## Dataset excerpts

-- Opening Marker --

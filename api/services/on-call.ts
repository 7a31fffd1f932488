import { and, asc, desc, eq, gt, inArray } from 'drizzle-orm';
import type { DeliveryView, OnCallShiftInput, OnCallShiftView } from '@shared/schemas/on-call';
import type { Db } from '../db/client';
import { alertEvents, alerts, deliveries, onCallShifts, tanks, users } from '../db/schema/index';
import { badRequest, notFound } from '../lib/http-error';
import type { Actor } from './actors';

/** Shifts that have not ended yet, soonest first. */
export async function listShifts(db: Db, actor: Actor, now: Date): Promise<OnCallShiftView[]> {
  const rows = await db
    .select({ shift: onCallShifts, name: users.name })
    .from(onCallShifts)
    .innerJoin(users, eq(users.id, onCallShifts.userId))
    .where(and(eq(onCallShifts.companyId, actor.companyId), gt(onCallShifts.endsAt, now)))
    .orderBy(asc(onCallShifts.startsAt));
  return rows.map(({ shift, name }) => ({
    id: shift.id,
    user: { id: shift.userId, name },
    startsAt: shift.startsAt.toISOString(),
    endsAt: shift.endsAt.toISOString(),
    current: shift.startsAt <= now && shift.endsAt > now,
  }));
}

export async function addShift(db: Db, actor: Actor, input: OnCallShiftInput, now: Date) {
  const [person] = await db
    .select({ id: users.id })
    .from(users)
    .where(
      and(
        eq(users.id, input.userId),
        eq(users.companyId, actor.companyId),
        inArray(users.role, ['technician', 'admin']),
        eq(users.status, 'active'),
      ),
    );
  if (!person)
    throw badRequest('invalid_request', 'Choose an active member of staff.', [
      { path: 'body.userId', message: 'Not a member of your staff.' },
    ]);
  await db.insert(onCallShifts).values({
    companyId: actor.companyId,
    userId: person.id,
    startsAt: new Date(input.startsAt),
    endsAt: new Date(input.endsAt),
  });
  return listShifts(db, actor, now);
}

export async function removeShift(db: Db, actor: Actor, shiftId: string) {
  const [removed] = await db
    .delete(onCallShifts)
    .where(and(eq(onCallShifts.id, shiftId), eq(onCallShifts.companyId, actor.companyId)))
    .returning({ id: onCallShifts.id });
  if (!removed) throw notFound('shift');
}

/** Deliveries that could not be made (out of retries, or refused): what staff follow up by hand. */
export async function listFailedDeliveries(db: Db, actor: Actor): Promise<DeliveryView[]> {
  const rows = await db
    .select({ delivery: deliveries, recipient: users.name, alertTitle: alerts.title, tankName: tanks.name })
    .from(deliveries)
    .innerJoin(alertEvents, eq(alertEvents.id, deliveries.alertEventId))
    .innerJoin(alerts, eq(alerts.id, alertEvents.alertId))
    .innerJoin(tanks, eq(tanks.id, alerts.tankId))
    .innerJoin(users, eq(users.id, deliveries.userId))
    .where(and(eq(alerts.companyId, actor.companyId), eq(deliveries.status, 'failed')))
    .orderBy(desc(deliveries.createdAt))
    .limit(100);
  return rows.map(({ delivery, recipient, alertTitle, tankName }) => ({
    id: delivery.id,
    channel: delivery.channel,
    status: delivery.status,
    attempts: delivery.attempts,
    lastError: delivery.lastError,
    recipient,
    alertTitle,
    tankName,
    createdAt: delivery.createdAt.toISOString(),
  }));
}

-- Closing Marker --

## PROBLEM STATEMENT
Whenever a line above includes the string "that", copy it.

## RESULT OF THIS TASK
/** Shifts that have not ended yet, soonest first. */
/** Deliveries that could not be made (out of retries, or refused): what staff follow up by hand. */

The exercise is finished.